**INPUT DATA:**
import { LitElement, css, html, nothing } from 'lit';
import type { Doc } from './controllers/library-document.js';
import { type UnitSystem, UNIT_SYSTEMS, UNIT_SYSTEM_LABELS } from './units.js';
import type { Identity } from './review-types.js';

/** The commands of the top bar, as `sn-command` details. */
export type Command = 'undo' | 'redo' | 'library' | 'save' | 'save-copy' | 'link' | 'new' | 'export' | 'csv' | 'print' | 'sign-out';

/**
 * The top bar: what is open (name, library revision, an older revision, unsaved
 * changes) and the commands. One line at 1366 px and wider: the name gives way
 * (ellipsis), the revision state never does.
 *
 * @fires sn-command - {command}: a button was pressed
 * @fires sn-units - {system}: the unit system was changed
 * @fires sn-import - {file}: a model file was chosen
 */
export class SnTopBar extends LitElement {
  static override styles = css`
    :host { display: block; position: sticky; top: 0; z-index: 5; }
    header { display: flex; flex-wrap: nowrap; align-items: center; gap: 6px; padding: 6px 12px; background: #1d3a4a; color: #eef3f5; white-space: nowrap; }
    .brand { font-weight: 700; letter-spacing: 0.04em; color: #e8b04b; margin-right: 4px; flex: none; }
    .doc { flex: 1 1 auto; min-width: 0; display: flex; align-items: center; gap: 6px; font-size: 13px; }
    .name { flex: 0 1 auto; min-width: 2em; overflow: hidden; text-overflow: ellipsis; }
    .state { flex: none; display: flex; gap: 6px; align-items: center; }
    .state a { color: #9fd3c7; }
    .badge { border-radius: 3px; padding: 0 6px; font-size: 12px; line-height: 18px; }
    .older { background: #e8b04b; color: #1d3a4a; font-weight: 600; }
    .dirty { color: #e8b04b; }
    button, select { font: inherit; font-size: 12.5px; background: #2a5063; color: #eef3f5; border: 1px solid #3d6b80;
      border-radius: 3px; padding: 3px 8px; cursor: pointer; flex: none; }
    button:disabled { opacity: 0.45; cursor: default; }
    button:focus-visible, select:focus-visible { outline: 2px solid #e8b04b; outline-offset: 1px; }
    button.primary { background: #e8b04b; color: #1d3a4a; border-color: #e8b04b; font-weight: 600; }
    .sep { width: 1px; height: 20px; background: #3d6b80; flex: none; }
    input[type=file] { display: none; }
    .who { flex: none; font-size: 12.5px; color: #cfe0e6; }
    .who b { color: #eef3f5; font-weight: 600; }
  `;

  static override properties = {
    modelName: { type: String },
    doc: { attribute: false },
    dirty: { type: Boolean },
    canUndo: { type: Boolean },
    canRedo: { type: Boolean },
    system: { type: String },
    hasSolution: { type: Boolean },
    identity: { attribute: false },
  };

  declare modelName: string;
  declare doc: Doc;
  declare dirty: boolean;
  declare canUndo: boolean;
  declare canRedo: boolean;
  declare system: UnitSystem;
  /** Whether there is a station table to write. */
  declare hasSolution: boolean;
  /** Who is signed in with a personal key (shown, with a sign-out), or null. */
  declare identity: Identity | null;

  constructor() {
    super();
    this.modelName = '';
    this.doc = { id: null, revision: 0, viewing: null, saved: null, origin: 'new' };
    this.dirty = false;
    this.canUndo = false;
    this.canRedo = false;
    this.system = 'si';
    this.hasSolution = false;
    this.identity = null;
  }

  override render() {
    const d = this.doc;
    const link = d.id ? `/m/${encodeURIComponent(d.id)}` : '';
    const cmd = (c: Command) => () => this.fire('sn-command', { command: c });
    return html`<header class="bar">
      <span class="brand">SHAFTNET</span>
      <span class="doc" data-doc-id=${d.id ?? ''} data-revision=${d.revision} title=${this.modelName}>
        <span class="name">${this.modelName}</span>
        <span class="state">
          ${d.id
            ? html`<a href=${link} title="Link to this model" @click=${(e: Event) => e.preventDefault()}>rev. ${d.viewing ?? d.revision}</a>
                ${d.viewing ? html`<span class="badge older" data-older>older revision; latest ${d.revision}</span>` : nothing}`
            : html`<em>${d.origin === 'demo' ? 'demo, not saved' : 'not saved'}</em>`}
          ${this.dirty ? html`<span class="dirty" data-dirty>• unsaved</span>` : nothing}
        </span>
      </span>
      <button @click=${cmd('undo')} ?disabled=${!this.canUndo} title="Undo (Ctrl+Z)">Undo</button>
      <button @click=${cmd('redo')} ?disabled=${!this.canRedo} title="Redo (Ctrl+Shift+Z or Ctrl+Y)">Redo</button>
      <select aria-label="Units" title="Units of every input and output" @change=${this.onUnits}>
        ${UNIT_SYSTEMS.map((u) => html`<option value=${u} ?selected=${this.system === u}>${UNIT_SYSTEM_LABELS[u]}</option>`)}
      </select>
      <span class="sep"></span>
      <button @click=${cmd('library')} data-action="library">Library</button>
      <button class="primary" @click=${cmd('save')} data-action="save">Save</button>
      <button @click=${cmd('save-copy')} ?disabled=${!d.id} data-action="save-copy" title="Save as a new model in the library">Save copy</button>
      ${d.id ? html`<button @click=${cmd('link')} data-action="link">Copy link</button>` : nothing}
      <span class="sep"></span>
      <button @click=${cmd('new')} data-action="new">New</button>
      <button @click=${this.chooseFile} data-action="import" title="Open a model JSON file">Import…</button>
      <input type="file" accept=".json,application/json" tabindex="-1" aria-hidden="true" @change=${this.onFile} />
      <button @click=${cmd('export')} data-action="export" title="Write the model as a JSON file">Export</button>
      <button @click=${cmd('csv')} ?disabled=${!this.hasSolution} data-action="csv" title="Write the station table as CSV">CSV</button>
      <button @click=${cmd('print')} data-action="print" title="Print the report">Print</button>
      ${this.identity
        ? html`<span class="sep"></span><span class="who" data-identity=${this.identity.name} data-role=${this.identity.role}
              title="Signed in with a personal key"><b>${this.identity.name}</b> · ${this.identity.role}</span>
            <button @click=${cmd('sign-out')} data-action="sign-out" title="Sign out of this browser">Sign out</button>`
        : nothing}
    </header>`;
  }

  private chooseFile(): void {
    this.renderRoot.querySelector<HTMLInputElement>('input[type=file]')?.click();
  }

  private onFile(e: Event): void {
    const input = e.target as HTMLInputElement;
    const file = input.files?.[0];
    input.value = '';
    if (file) this.fire('sn-import', { file });
  }

  private onUnits(e: Event): void {
    this.fire('sn-units', { system: (e.target as HTMLSelectElement).value === 'us' ? 'us' : 'si' });
  }

  private fire(type: string, detail: unknown): void {
    this.dispatchEvent(new CustomEvent(type, { detail, bubbles: true, composed: true }));
  }
}

customElements.define('sn-top-bar', SnTopBar);

declare global {
  interface HTMLElementTagNameMap {
    'sn-top-bar': SnTopBar;
  }
}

**WHAT IS EXPECTED:**
Work out how many lines of the data include the word "with". Then write only that number.

**REPLY TO THE EXERCISE:**
2